Just think...if we had taken that $70k downpayment, and the extra $1k per month and pumped it all into AAPL stock over the past 6 years, the dp would be worth $550k and the extra $1k would be $200k. Now THAT is profit. I'm going to tell all my friends about my luck, jump into AAPL now, and expect to become filthy rich in 6 years. Well, once I get my hands on $70k again, that is.
Peace out y'all...time to pull the slot machine lever again!!
Comments 1 - 18 of 117 Next » Last » Search these comments
I know the history of this site in terms of many being in favor of renting vs owning. My own experience with owning vs renting is different.
I live in a beach community in LA. Bought in 1999 for $329K, sold in 2008 for $620K (after renting out this place for one year to college students). At the downturn, houses here lost maybe 15% in value, tops.
Rented from 2007-2011. Burned through $180K in rent, or $3800/month.
Bought again in 2011 for $799K. My place now has an approximate valuation of $1M to $1,050,000. To rent a place similar to mine, we are looking at about $4K/month.
So in a period of 39 months, my place climbed in value (on paper, mind you) $200K-$250K (let's say $225K).
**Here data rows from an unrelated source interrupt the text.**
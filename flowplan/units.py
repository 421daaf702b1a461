"""Units of the flow file: one closed list, one place of conversion.

Inside flowplan lengths are nm, positions on wafer and field mm, angles urad, ratios ppm.
With these, 1 urad or 1 ppm over 1 mm is exactly 1 nm, so no factor stands in the arithmetic.
"""

import math
import re
from dataclasses import dataclass
from typing import Literal

Dimension = Literal["length", "angle", "ratio", "temperature"]

#: Unit name -> (dimension, how many base units one of it is). Bases: nm, urad, ppm, K.
UNITS: dict[str, tuple[Dimension, float]] = {
    "nm": ("length", 1.0),
    "um": ("length", 1e3),
    "mm": ("length", 1e6),
    "cm": ("length", 1e7),
    "in": ("length", 25.4e6),
    "urad": ("angle", 1.0),
    "mrad": ("angle", 1e3),
    "ppm": ("ratio", 1.0),
    "ppb": ("ratio", 1e-3),
    "degC": ("temperature", 1.0),
    "K": ("temperature", 1.0),
}

LENGTH_UNITS = tuple(name for name, (dimension, _) in UNITS.items() if dimension == "length")

_MICRO = str.maketrans({"\N{MICRO SIGN}": "u", "\N{GREEK SMALL LETTER MU}": "u"})
_NUMBER_AND_UNIT = re.compile(r"([+-]?(?:\d+\.?\d*|\.\d+)(?:[eE][+-]?\d+)?)\s*([^\s\d.,]\S*)?")


class UnitError(ValueError):
    """A text that is not a number with a known unit.

    Attributes
    ----------
    code : str
        The diagnostic code, see `flowplan.errors.CODES`.
    message, hint : str
        What is wrong, and what to write instead.
    """

    def __init__(self, code: str, message: str, hint: str) -> None:
        super().__init__(message)
        self.code = code
        self.message = message
        self.hint = hint


@dataclass(frozen=True, slots=True)
class Quantity:
    """A number as the file quotes it, with its unit if one is written.

    Attributes
    ----------
    value : float
        The number as written.
    unit : str or None
        A key of `UNITS`; None for a bare number, which means the file's length unit.
    """

    value: float
    unit: str | None = None

    @property
    def dimension(self) -> Dimension:
        """What is measured; a bare number is a length."""
        return "length" if self.unit is None else UNITS[self.unit][0]

    def in_base(self, file_unit: str) -> float:
        """Return the value in the base unit of its dimension.

        Parameters
        ----------
        file_unit : str
            The length unit that a bare number stands for.

        Returns
        -------
        float
            [nm], [urad], [ppm] or [K].
        """
        return convert(self.value, self.unit or file_unit, "")

    def __str__(self) -> str:
        return f"{self.value:.12g}" + (f" {self.unit}" if self.unit else "")


def canonical_unit(text: str) -> str:
    """Return the unit's plain spelling, the micro sign written as ``u``.

    Raises
    ------
    UnitError
        FP401, when the unit is not in the closed list.
    """
    name = text.translate(_MICRO)
    if name not in UNITS:
        raise UnitError("FP401", f"unknown unit {text!r}", "known units: " + ", ".join(UNITS))
    return name


def parse_quantity(text: str) -> Quantity:
    """Read text such as ``0.12 um`` or ``-3 ppm``.

    Parameters
    ----------
    text : str
        A number, then a unit from the closed list; a number alone is taken as bare.

    Returns
    -------
    Quantity
        The number and its unit.

    Raises
    ------
    UnitError
        FP203 when there is no number, FP401 when the unit is unknown.
    """
    match = _NUMBER_AND_UNIT.fullmatch(text.strip())
    if match is None:
        raise UnitError(
            "FP203",
            f"{text!r} is not a number with a unit",
            'write for example 120 or "0.12 um", with a point for decimals',
        )
    number, unit = match.groups()
    return Quantity(float(number), canonical_unit(unit) if unit else None)


def convert(value: float, unit: str, to: str) -> float:
    """Convert between two units of one dimension.

    Parameters
    ----------
    value : float
        Value in `unit`.
    unit, to : str
        Keys of `UNITS`; an empty `to` means the base unit of the dimension.

    Returns
    -------
    float
        Value in `to`. Dividing by a whole factor keeps decimal figures decimal
        (0.12 um -> 120 nm -> 0.12 um).

    Raises
    ------
    ValueError
        When the dimensions differ.
    """
    dimension, factor = UNITS[unit]
    if to:
        other, to_factor = UNITS[to]
        if other != dimension:
            msg = f"{unit} is a {dimension}, {to} a {other}"
            raise ValueError(msg)
        factor /= to_factor
    return value * factor if factor >= 1 else value / (1 / factor)


def significant(value: float, digits: int = 12) -> float:
    """Round to significant digits, so that unit conversion leaves no binary dust.

    Parameters
    ----------
    value : float
        Any float; infinities and NaN pass through.
    digits : int
        Significant digits kept.

    Returns
    -------
    float
        The rounded value; never -0.
    """
    if value == 0 or not math.isfinite(value):
        return value if value else 0.0
    return float(f"{value:.{digits}g}")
I put in an additional $20K in improvements, maintenance, etc. My property taxes are $850/month, but I get nearly all of that back from the tax deduction for home loan interest and property tax deduction. My mortgage runs me $3077/month, and that amount is on a 30 year loan at 4.25%. Principal paydown each month is about $1K. Interest alone is about $2100/month.
If I sold it today, after 5% commission, I would net $175K of increase in property value. Taking out $20K of improvements and maintenance, it is now $155K. Over 39 months, that's about $4K/month in profit. Again, assuming I sold today, I am making about $1900/month ($4000/month profit-$2100/month in interest) to live here.
In the same period, I would have spent $156,000 in rent. That's a $230K swing in just 39 months! (making $74,000 vs paying $156,000) Even if I dont sell now, I will have spent $102K in interest and improvements, which is better than $156K in rent.
I've been incredibly lucky with real estate. (had some sense on buying and selling at the right time too, but better to be lucky than good)
If I stay here for the next 27 years of my mortgage, other than property taxes, I'm locked in at $3077/month + maintenance on a place that is now 13 yrs old. Who knows what $4k/month in rent will look like in 2041, but it will be a lot more than $4K!
For me, owning has been much better than renting. Each individual has a different experience. One size does not fit all.